One of my best friends, Meredith, challenged me to write out what Jesus has taught me through this short little chapter. So here goes:
  1. He's faithful. Always and forever. No doubt. Keep repeating it—even when you don't feel like it.
  2. His nature can't be divided, so He can't be both good and cruel. He is who He is—and He's just really good. 
  3. I'm a lucky girl. He's built a rock solid family and spiritual community around me like a brick wall—those who pray for, love, and encourage me. If you don't have this kind of biblical community, GET ONE.
  4. The enemy is big, bad, and very real. Dude never gets exhausted trying to steal, kill, and destroy my life, dreams, spirit, heart, etc. So when these things happen, you know what to do? Recognize who it is and what he's doing. Suit up. And fight back.
  5. Jesus hears and answers prayers. Every day during this chapter, I Psalm 5:3-ed the heck out of every piece of it. Each morning, I asked Him to guide and protect me—to go before me, behind me, around me. Looking back, He did. Which brings me to...
  6. Romans 8:28. He's working all things out for His glory and my good. Like a boss.
  7. Jesus is the giver of good gifts—all of which are beneficial. Even if what's good on the inside comes wrapped in painful, misunderstood packaging. I trust Him. I trust Him. I trust Him. I trust Him.

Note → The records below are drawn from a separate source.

/*
 * Two beams from the entangled source: arm 1 reads the membrane (detector d1), arm 2 the
 * spin (detector d2), both on the phase quadrature, outputs combined optimally. With
 * n1 = a2 + g_m a1 + b_m, n2 = b2 + g_s b1 + b_s (g_j = k²χ_j, b_j the bath noises) and the
 * source's noise matrix (c = cosh 2r, s = sinh 2r; ⟨a1 b1⟩ = s, ⟨a2 b2⟩ = −s):
 *   S11 = c(1 + |g_m|²) + B_m,  S22 = c(1 + |g_s|²) + B_s,  S12 = −s + s g_m g_s*,
 *   B_j = k² γ_j (|γ_j/2 − iΩ|² + Ω_j²)/|(γ_j/2 − iΩ)² + Ω_j²|²  (zero-point bath noise in X_j),
 * and the optimal estimate 1/(h† S⁻¹ h) with h = (kχ_m/p_s, 0) gives
 *   S_F = p_s² (S11 − |S12|²/S22)/(k²|χ_m|²).
 * For the matched negative-mass spin (g_s = −g_m, L = 1 + |g_m|², c² − s² = 1) this is
 *   S_F = p_s²/(k²|χ_m|²) · [B_m + B_s + (L² − B_s²)/(cL + B_s)],
 * which is the lone probe (imprecision + back-action + membrane bath) at r = 0 and falls
 * toward the two baths alone, B_m + B_s, as (imprecision + back-action)/cosh 2r: both the
 * imprecision and the back-action are removed (the EPR correlation conditions a2 on b2 and
 * the negative-mass spin turns b1 into a copy of the membrane's back-action). That limit is
 * the single-beam matched case minus its imprecision term, not the single-beam value itself.
 */
describe("two beams from the entangled source: membrane on arm 1, spin on arm 2", () => {
  function twoBeams(r: number, orientation: SpinOptions["orientation"]): SetupDescription {
    return setup(
      [
        { name: "epr", type: "entangled-source", params: { r, wavelength1: "1064 nm", wavelength2: "852 nm" } },
        membrane(),
        { name: "probe", type: "position-probe", params: { measurementRate: "1 kHz" } },
        spin({ orientation }),
        { name: "d1", type: "homodyne", params: { angle: "90 deg" } },
        { name: "d2", type: "homodyne", params: { angle: "90 deg" } },
      ],
      [
        ["epr.out1", "probe.in"],
        ["probe.out", "d1.in"],
        ["epr.out2", "spin.in"],
        ["spin.out", "d2.in"],
        ["probe.mechanics", "membrane.body"],
      ],
      { readout: ["d1", "d2"], signal: { kind: "force", on: "membrane", referTo: "force" } },
    );
  }

  function bath(omegaJ: number, gammaJ: number, omega: number): number {
    const dr = gammaJ / 2;
    const di = -omega;
    // (γ/2 − iΩ)² + Ω_j²
    const qr = dr * dr - di * di + omegaJ * omegaJ;
    const qi = 2 * dr * di;
    return (K2 * gammaJ * (dr * dr + di * di + omegaJ * omegaJ)) / (qr * qr + qi * qi);
  }

  function closedForm(r: number, sign: number, f: number): number {
    const w = 2 * Math.PI * f;
    const c = Math.cosh(2 * r);
    const s = Math.sinh(2 * r);
    const cm = chi(1, OMEGA_M, GAMMA_M, w);
    const cs = chi(sign, OMEGA_M, GAMMA_M, w);
    const gm: [number, number] = [K2 * cm[0], K2 * cm[1]];
    const gs: [number, number] = [K2 * cs[0], K2 * cs[1]];
    const bm = bath(OMEGA_M, GAMMA_M, w);
    const bs = bath(OMEGA_M, GAMMA_M, w);
    const s11 = c * (1 + abs2(gm)) + bm;
    const s22 = c * (1 + abs2(gs)) + bs;
    // S12 = −s + s g_m conj(g_s)
    const s12r = -s + s * (gm[0] * gs[0] + gm[1] * gs[1]);
    const s12i = s * (gm[1] * gs[0] - gm[0] * gs[1]);
    return (PS2 * (s11 - (s12r * s12r + s12i * s12i) / s22)) / (K2 * abs2(cm));
  }

  /** The matched case in its compact form, free of the cancellation in S11 − |S12|²/S22 at large r. */
  function compactMatched(r: number, f: number): number {
    const w = 2 * Math.PI * f;
    const cm = chi(1, OMEGA_M, GAMMA_M, w);
    const L = 1 + K2 * K2 * abs2(cm);
    const bm = bath(OMEGA_M, GAMMA_M, w);
    const bs = bm; // identical susceptibility forms and zero temperature
    return (PS2 / (K2 * abs2(cm))) * (bm + bs + (L * L - bs * bs) / (Math.cosh(2 * r) * L + bs));
  }

  const GRID2 = { from: 8e5, to: 1.25e6, points: 91 };
  // The optimal combination inverts the 2×2 output spectrum, whose entries grow as cosh 2r
  // while its determinant does not: its relative accuracy is about cosh²(2r)·5e-16 (1e-9 at
  // r = 4, 6e-8 at r = 5, measured against the compact closed form), so the checks stop at
  // r = 3.5 (30 dB of two-mode squeezing, beyond any source in practice). The general closed
  // form S11 − |S12|²/S22 cancels the same way, so it is used up to r = 3.
  const RS = [0, 0.5, 1, 1.5, 2, 3, 3.5];
  const matched = RS.map((r) => evaluate(twoBeams(r, "negative-mass"), GRID2).budget);

  it("matches the general closed form of the optimal combination (r ≤ 3, both orientations)", () => {
    RS.forEach((r, j) => {
      if (r > 3) return;
      expectAllClose(
        matched[j].total,
        Array.from(matched[j].frequencies, (f) => closedForm(r, -1, f)),
        1e-9,
        `negative-mass, r = ${r}`,
      );
    });
    for (const r of [0.5, 2]) {
      const b = evaluate(twoBeams(r, "positive-mass"), GRID2).budget;
      expectAllClose(
        b.total,
        Array.from(b.frequencies, (f) => closedForm(r, 1, f)),
        1e-9,
        `positive-mass, r = ${r}`,
      );
    }
  });

  it("matches the compact matched closed form for every r, with the entangled light as one budget term", () => {
    RS.forEach((r, j) => {
      expectAllClose(
        matched[j].total,
        Array.from(matched[j].frequencies, (f) => compactMatched(r, f)),
        1e-9,
        `r = ${r}`,
      );
    });
    expect(matched[3].terms.filter((t) => t.label.startsWith("epr")).map((t) => t.label)).toEqual(["epr: entangled light"]);
  });

  it("improves monotonically with r at every frequency", () => {
    for (let j = 1; j < RS.length; j++) {
      for (let i = 0; i < GRID2.points; i++) {
        expect(matched[j].total[i], `r = ${RS[j]} at ${matched[j].frequencies[i]} Hz`).toBeLessThan(matched[j - 1].total[i]);
      }
    }
  });

  it("needs the negative mass: a positive-mass spin on arm 2 does worse at every frequency", () => {
    const r = 2;
    const pos = evaluate(twoBeams(r, "positive-mass"), GRID2).budget;
    const neg = matched[RS.indexOf(r)];
    for (let i = 0; i < GRID2.points; i++) expect(pos.total[i], `${pos.frequencies[i]} Hz`).toBeGreaterThan(neg.total[i]);
  });

  it("at r = 0 it is the lone probe; as r grows it approaches the single-beam matched case minus its imprecision (the two baths)", () => {
    const lone = evaluate(singleBeam(), GRID2).budget;
    expectAllClose(matched[0].total, lone.total, 1e-9, "r = 0 vs lone probe");
    const single = evaluate(singleBeam({ orientation: "negative-mass" }), GRID2).budget;
    const imprecision = term(single, "light: phase quadrature");
    const floor = single.total.map((v, i) => v - imprecision[i]);
    const rLarge = RS[RS.length - 1];
    const large = matched[RS.length - 1];
    const c = Math.cosh(2 * rLarge);
    const outcomes = new Set<boolean>();
    for (let i = 0; i < GRID2.points; i++) {
      const at = `${large.frequencies[i]} Hz`;
      // Above the floor by at most (imprecision + back-action of the lone probe)/cosh 2r.
      expect(large.total[i], at).toBeGreaterThanOrEqual(floor[i] * (1 - 1e-9));
      expect(large.total[i] - floor[i], at).toBeLessThanOrEqual(lone.total[i] / c + 1e-9 * floor[i]);
      // Below the single-beam matched case (which keeps its imprecision) exactly where the closed
      // form says: (L² − B_s²)/(cL + B_s) < 1, i.e. where cosh 2r exceeds about (imprecision +
      // back-action)/imprecision. Near resonance, where back-action dominates, not yet at r = 3.5.
      const w = 2 * Math.PI * large.frequencies[i];
      const L = 1 + K2 * K2 * abs2(chi(1, OMEGA_M, GAMMA_M, w));
      const bs = bath(OMEGA_M, GAMMA_M, w);
      const beats = (L * L - bs * bs) / (c * L + bs) < 1;
      expect(large.total[i] < single.total[i], at).toBe(beats);
      outcomes.add(beats);
    }
    expect([...outcomes].sort()).toEqual([false, true]); // the grid sees both regimes
  });
});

  8. I've never been more sure that one of the things I've been created for in this life is to walk alongside a man in covenant marriage. And Jesus holds the pen in writing that story—NOT ME. 
  9. I've also never been more sure that sovereign God guides my steps and has a holy, mind-blowing plan for my life. He's in the details—even the tiniest, seemingly insignificant ones. (See #6.)

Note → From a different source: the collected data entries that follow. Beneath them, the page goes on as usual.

import { describe, expect, it } from "vitest";
import { HBAR, SPEED_OF_LIGHT } from "../../src/constants";
import { QuietframeError, QuietframeErrors } from "../../src/errors";
import { evaluateSetup, loadSetup } from "../../src/pipeline";
import { designFilterCavities, type FilterCavityDesign, type FilterDesign, filterShortfall } from "../../src/physics/filter-design";
import type { ComponentDescription, SetupDescription } from "../../src/setup/format";
import { expectAllClose } from "../helpers/close";
import { setup } from "../helpers/setups";

/**
 * Filter cavities against Kimble et al., Phys. Rev. D 65, 022002 (2001), Sec. V ("KLMTV"): with
 * ideal lossless filters a tuned interferometer reaches
 *   input filtering (frequency-dependent squeezing):  S_h = e^{−2r} (h_SQL²/2)(K + 1/K),
 *   output filtering (variational readout):           S_h = h_SQL²/(2K),
 * with K = (I0/I_SQL)·2γ⁴/(Ω²(γ² + Ω²)), I_SQL = mL²γ⁴/(4ω0), h_SQL² = 8ħ/(mΩ²L²).
 * Lossy filters against the sideband picture of a lossy detuned cavity (Khalili, Phys. Rev. D
 * 81, 122002 (2010), Sec. II; Evans et al., Phys. Rev. D 88, 022002 (2013), Sec. II; written from
 * memory): each sideband ω from the carrier is reflected by r(ω) = (γ_0 − γ_in − i(ω + Δ))/(γ − i(ω + Δ))
 * and picks up loss vacuum through 2√(γ_in γ_0)/(γ − i(ω + Δ)); the two-photon matrices follow
 * from the sideband amplitudes (Corbitt, Chen & Mavalvala, Phys. Rev. A 72, 013818 (2005),
 * eq. (6)-type relation, from memory), computed here in the sideband basis itself.
 */

const IFO = { mass: 40, armLength: 4000, armBandwidth: 100, power: 8e5, wavelength: 1064e-9 };
const GAMMA = 2 * Math.PI * IFO.armBandwidth;
const OMEGA0 = (2 * Math.PI * SPEED_OF_LIGHT) / IFO.wavelength;
const I0 = (2 * IFO.armLength * GAMMA * IFO.power) / SPEED_OF_LIGHT;
const I_SQL = (IFO.mass * IFO.armLength ** 2 * GAMMA ** 4) / (4 * OMEGA0);
const GRID = { from: 3, to: 3000, points: 67 };

function kimbleK(f: number): number {
  const w = 2 * Math.PI * f;
  return (I0 / I_SQL) * ((2 * GAMMA ** 4) / (w ** 2 * (GAMMA ** 2 + w ** 2)));
}
function hSql2(f: number): number {
  return (8 * HBAR) / (IFO.mass * (2 * Math.PI * f) ** 2 * IFO.armLength ** 2);
}

function filterComponent(name: string, d: FilterCavityDesign): ComponentDescription {
  return { name, type: "filter-cavity", params: { length: `${d.length} m`, detuning: `${d.detuning} Hz`, inputTransmission: d.inputTransmission, roundTripLoss: d.roundTripLoss } };
}

function ifoComponent(): ComponentDescription {
  return { name: "ifo", type: "interferometer", params: { mass: `${IFO.mass} kg`, armLength: `${IFO.armLength} m`, armBandwidth: `${IFO.armBandwidth} Hz`, power: `${IFO.power} W` } };
}

/** squeezer → fc1 → fc2 → interferometer → phase homodyne. */
function inputFiltered(design: FilterDesign, r: number): SetupDescription {
  return setup(
    [
      { name: "light", type: "squeezed", params: { r, angle: `${design.squeezeAngle} rad` } },
      filterComponent("fc1", design.filters[0]),
      filterComponent("fc2", design.filters[1]),
      ifoComponent(),
      { name: "detector", type: "homodyne", params: { angle: "90 deg" } },
    ],
    [
      ["light.out", "fc1.in"],
      ["fc1.out", "fc2.in"],
      ["fc2.out", "ifo.in"],
      ["ifo.out", "detector.in"],
    ],
    { signal: { kind: "strain", on: "ifo" } },
  );
}

/** vacuum → interferometer → fc1 → fc2 → homodyne at the design's readout angle. */
function outputFiltered(design: FilterDesign): SetupDescription {
  return setup(
    [
      { name: "light", type: "vacuum" },
      ifoComponent(),
      filterComponent("fc1", design.filters[0]),
      filterComponent("fc2", design.filters[1]),
      { name: "detector", type: "homodyne", params: { angle: `${design.readoutAngle} rad` } },
    ],
    [
      ["light.out", "ifo.in"],
      ["ifo.out", "fc1.in"],
      ["fc1.out", "fc2.in"],
      ["fc2.out", "detector.in"],
    ],
    { signal: { kind: "strain", on: "ifo" } },
  );
}

describe("ideal filter cavities (KLMTV Sec. V, lossless)", () => {
  const design = designFilterCavities(IFO, { length: 4000 });

  it("the design's SQL frequency is where K = 1", () => {
    expect(Math.abs(kimbleK(design.sqlFrequency) - 1)).toBeLessThan(1e-12);
  });

  it.each([0.5, 1.15, 1.7])("input filtering with r = %f: S_h = e^{−2r}(h_SQL²/2)(K + 1/K) at every frequency", (r) => {
    const b = evaluateSetup(loadSetup(inputFiltered(design, r)), GRID).budget;
    const expected = Array.from(b.frequencies, (f) => Math.exp(-2 * r) * (hSql2(f) / 2) * (kimbleK(f) + 1 / kimbleK(f)));
    expectAllClose(b.total, expected, 1e-9, "S_h");
  });

  it("output filtering (variational readout): S_h = h_SQL²/(2K), below the SQL at every frequency", () => {
    const b = evaluateSetup(loadSetup(outputFiltered(design)), GRID).budget;
    const expected = Array.from(b.frequencies, (f) => hSql2(f) / (2 * kimbleK(f)));
    expectAllClose(b.total, expected, 1e-9, "S_h");
  });

  it("at other interferometer parameters (m = 10 kg, P = 2e5 W, γ/2π = 40 Hz) and a 300 m filter", () => {
    const ifo = { mass: 10, armLength: 4000, armBandwidth: 40, power: 2e5 };
    const d = designFilterCavities(ifo, { length: 300 });
    const g = 2 * Math.PI * 40;
    const iSql = (10 * 4000 ** 2 * g ** 4) / (4 * OMEGA0);
    const i0 = (2 * 4000 * g * 2e5) / SPEED_OF_LIGHT;
    const K = (f: number) => (i0 / iSql) * ((2 * g ** 4) / ((2 * Math.PI * f) ** 2 * (g ** 2 + (2 * Math.PI * f) ** 2)));
    const h2 = (f: number) => (8 * HBAR) / (10 * (2 * Math.PI * f) ** 2 * 4000 ** 2);
    const description = outputFiltered(d);
    description.components[1] = { name: "ifo", type: "interferometer", params: { mass: "10 kg", armLength: "4000 m", armBandwidth: "40 Hz", power: "2e5 W" } };
    const b = evaluateSetup(loadSetup(description), GRID).budget;
    expectAllClose(
      b.total,
      Array.from(b.frequencies, (f) => h2(f) / (2 * K(f))),
      1e-9,
      "S_h",
    );
  });

  it("the lossless shortfall report is 0 dB and its closed form matches the engine", () => {
    const freqs = Float64Array.of(5, 30, 100, 700);
    const input = filterShortfall(IFO, design, freqs, { use: "input", r: 1 });
    const output = filterShortfall(IFO, design, freqs, { use: "output" });
    for (const report of [input, output]) for (const db of report.shortfallDb) expect(Math.abs(db)).toBeLessThan(1e-9);
    expectAllClose(input.actual, evaluateSetup(loadSetup(inputFiltered(design, 1)), freqs as unknown as typeof GRID).budget.total, 1e-9, "input");
  });
});

describe("lossy filter cavities (Khalili 2010; Evans et al. 2013)", () => {
  const LOSS = 60e-6;
  const design = designFilterCavities(IFO, { length: 300, roundTripLoss: LOSS });

  /**
   * Independent sideband-picture calculation: for the sideband pair ±Ω the fields a(±Ω) (with
   * a1 = (a₊ + a₋†)/√2, a2 = (a₊ − a₋†)/(√2 i)) are reflected by r(±Ω) and pick up loss vacuum,
   * so in the basis u = a1 + i a2, w = a1 − i a2 the transfer is diagonal with r(Ω + Δ) on u and
   * r(Ω − Δ) on w (in the engine's Δ convention). The noise of a quadrature vector v is
   * |v·T x|² summed over independent inputs x.
   */
  function sidebandNoise(d: FilterDesign, f: number, r: number): number {
    const w = 2 * Math.PI * f;
    type C = [number, number];
    const div = (a: C, b: C): C => {
      const q = b[0] ** 2 + b[1] ** 2;
      return [(a[0] * b[0] + a[1] * b[1]) / q, (a[1] * b[0] - a[0] * b[1]) / q];
    };
    const mul = (a: C, b: C): C => [a[0] * b[0] - a[1] * b[1], a[0] * b[1] + a[1] * b[0]];
    // Each stage as (u-factor, w-factor); a quadrature pair (q1, q2) ↦ (u, w) = (q1 + i q2, q1 − i q2).
    const stages = d.filters.map((fc) => {
      const gIn = (SPEED_OF_LIGHT * fc.inputTransmission) / (4 * fc.length);
      const g0 = (SPEED_OF_LIGHT * fc.roundTripLoss) / (4 * fc.length);
      const g = gIn + g0;
      const delta = 2 * Math.PI * fc.detuning;
      const refl = (x: number): C => div([g0 - gIn, -x], [g, -x]);
      const leak = (x: number): C => div([-2 * Math.sqrt(gIn * g0), 0], [g, -x]);
      return { ru: refl(w + delta), rw: refl(w - delta), lu: leak(w + delta), lw: leak(w - delta) };
    });
    // Readout row after the interferometer in (q1, q2): b2 − 0·b1 with b2 = a2 − K a1 → v = (−K, 1)
    // on the filtered input; in the (u, w) basis q1 = (u + w)/2, q2 = (u − w)/(2i).
    const K = kimbleK(f);
    const vu: C = [-K / 2, -1 / 2]; // −K/2 + 1/(2i)
    const vw: C = [-K / 2, 1 / 2]; // −K/2 − 1/(2i)
    // Source noise: phase-squeezed (e^{2r} on q1, e^{−2r} on q2), as independent real inputs x1, x2.
    const sources: { u: C; w: C }[] = [
      { u: [Math.exp(r), 0], w: [Math.exp(r), 0] }, // √(e^{2r}) x1 on q1 → u = w
      { u: [0, Math.exp(-r)], w: [0, -Math.exp(-r)] }, // √(e^{−2r}) x2 on q2 → u = i·, w = −i·
    ];
    // Loss vacua of each filter enter as two independent real quadratures each.
    let total = 0;
    const throughStages = (start: number, x: { u: C; w: C }): { u: C; w: C } => stages.slice(start).reduce((acc, s) => ({ u: mul(s.ru, acc.u), w: mul(s.rw, acc.w) }), x);
    const noiseOf = (x: { u: C; w: C }) => {
      const y = mul(vu, x.u);
      const z = mul(vw, x.w);
      return (y[0] + z[0]) ** 2 + (y[1] + z[1]) ** 2;
    };
    for (const s of sources) total += noiseOf(throughStages(0, s));
    stages.forEach((s, j) => {
      for (const unit of [
        { u: [1, 0] as C, w: [1, 0] as C },
        { u: [0, 1] as C, w: [0, -1] as C },
      ]) {
        total += noiseOf(throughStages(j + 1, { u: mul(s.lu, unit.u), w: mul(s.lw, unit.w) }));
      }
    });
    return (hSql2(f) / (2 * K)) * total;
  }

  it("input filtering with 60 ppm round-trip loss: the engine equals the sideband-picture noise", () => {
    const r = 1.15;
    const b = evaluateSetup(loadSetup(inputFiltered(design, r)), GRID).budget;
    expectAllClose(
      b.total,
      Array.from(b.frequencies, (f) => sidebandNoise(design, f, r)),
      1e-9,
      "S_h",
    );
  });

  it("the shortfall report equals the engine, is positive where the filters act and fades far above them", () => {
    const r = 1.15;
    const freqs = Float64Array.of(5, 20, 60, 200, 2000);
    const report = filterShortfall(IFO, design, freqs, { use: "input", r });
    expectAllClose(report.actual, evaluateSetup(loadSetup(inputFiltered(design, r)), freqs as unknown as typeof GRID).budget.total, 1e-9, "input shortfall vs engine");
    expect(report.shortfallDb.every((db) => db > 0)).toBe(true);
    expect(report.shortfallDb[1]).toBeGreaterThan(report.shortfallDb[4]);
    const output = filterShortfall(IFO, design, freqs, { use: "output" });
    expectAllClose(output.actual, evaluateSetup(loadSetup(outputFiltered(design)), freqs as unknown as typeof GRID).budget.total, 1e-9, "output shortfall vs engine");
  });

  it("keeps the ideal half-widths: T = 4Lγ/c − ε for each filter", () => {
    const ideal = designFilterCavities(IFO, { length: 300 });
    design.filters.forEach((fc, j) => {
      expect(fc.halfWidth).toBe(ideal.filters[j].halfWidth);
      expect(Math.abs(fc.inputTransmission + LOSS - ideal.filters[j].inputTransmission) / ideal.filters[j].inputTransmission).toBeLessThan(1e-12);
    });
  });
});

describe("plain cavity as a filter, and bad input", () => {
  it("a `cavity` with nothing linked is the same filter: κ = 2γ, κ_in/κ = T/(T + ε)", () => {
    const design = designFilterCavities(IFO, { length: 300, roundTripLoss: 20e-6 });
    const asCavity = (name: string, d: FilterCavityDesign): ComponentDescription => ({
      name,
      type: "cavity",
      params: { linewidth: `${2 * d.halfWidth} Hz`, detuning: `${d.detuning} Hz`, inputCoupling: d.inputTransmission / (d.inputTransmission + d.roundTripLoss) },
    });
    const plain = inputFiltered(design, 1);
    plain.components[1] = asCavity("fc1", design.filters[0]);
    plain.components[2] = asCavity("fc2", design.filters[1]);
    const a = evaluateSetup(loadSetup(plain), GRID).budget.total;
    const b = evaluateSetup(loadSetup(inputFiltered(design, 1)), GRID).budget.total;
    expectAllClose(a, b, 1e-9, "cavity vs filter-cavity");
  });

  function problem(params: Record<string, string | number>): QuietframeError {
    const d = setup(
      [{ name: "light", type: "squeezed", params: { r: 1 } }, { name: "fc", type: "filter-cavity", params }, ifoComponent(), { name: "detector", type: "homodyne" }],
      [
        ["light.out", "fc.in"],
        ["fc.out", "ifo.in"],
        ["ifo.out", "detector.in"],
      ],
      { signal: { kind: "strain", on: "ifo" } },
    );
    try {
      loadSetup(d);
    } catch (e) {
      if (e instanceof QuietframeError) return e;
      if (e instanceof QuietframeErrors && e.problems.length === 1) return e.problems[0];
      throw e;
    }
    throw new Error("expected a QuietframeError");
  }

  it("a transmission plus loss of 1 or more is refused", () => {
    const e = problem({ length: "300 m", inputTransmission: 0.7, roundTripLoss: 0.4 });
    expect(e.path).toBe("components.fc.inputTransmission");
    expect(e.message).toContain("inputTransmission + roundTripLoss < 1");
  });

  it("a detuning beyond half the free spectral range is refused with the limit in Hz", () => {
    const e = problem({ length: "300 m", inputTransmission: 1e-4, detuning: "300 kHz" });
    expect(e.path).toBe("components.fc.detuning");
    expect(e.message).toContain("free spectral range");
  });

  it("the design refuses a loss that alone is wider than the filter, naming the field", () => {
    expect(() => designFilterCavities(IFO, { length: 4000, roundTripLoss: 0.1 })).toThrow(/options\.roundTripLoss/);
    expect(() => designFilterCavities({ ...IFO, mass: -1 }, { length: 300 })).toThrow(/interferometer\.mass.*kg/);
    expect(() => designFilterCavities(IFO, { length: Number.NaN })).toThrow(/options\.length/);
  });
});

  10. I can encourage, pray for, and try to pull others out of a pit all day long, but ultimately, I'm NOT their Savior. That's Jesus' job, and I have no business trying to play His part.
  11. For those who are loyally in love with God, there's life and more life and more life—to infinity and beyond. James 1. James stinking 1. Read it and weep. I did.
I can honestly say: "God gave me what He wanted. He took away from me what He wanted. I will trust Him no matter what. His name is worthy to be praised!"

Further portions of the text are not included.